__Exercise details__
Print the data in full, exactly as it reads.
= Beginning of Section =
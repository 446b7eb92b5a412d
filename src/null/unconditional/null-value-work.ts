// Forecast of the work that `nullValueP` takes.

/** Counted work in units of about 30 ns. */
export function nullValueWork({ firstSize, secondSize }: { firstSize: number; secondSize: number }): number {
  const outcomes = (firstSize + 1) * (secondSize + 1);
  const total = firstSize + secondSize;
  return Math.round((outcomes * total) / 20 + 12 * outcomes + 3 * total * total + 1000);
}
= End of Section =
__Result for this exercise__
repository 446b7eb92b5a412d
filename src/null/unconditional/null-value-work.ts
// Forecast of the work that `nullValueP` takes.

/** Counted work in units of about 30 ns. */
export function nullValueWork({ firstSize, secondSize }: { firstSize: number; secondSize: number }): number {
  const outcomes = (firstSize + 1) * (secondSize + 1);
  const total = firstSize + secondSize;
  return Math.round((outcomes * total) / 20 + 12 * outcomes + 3 * total * total + 1000);
}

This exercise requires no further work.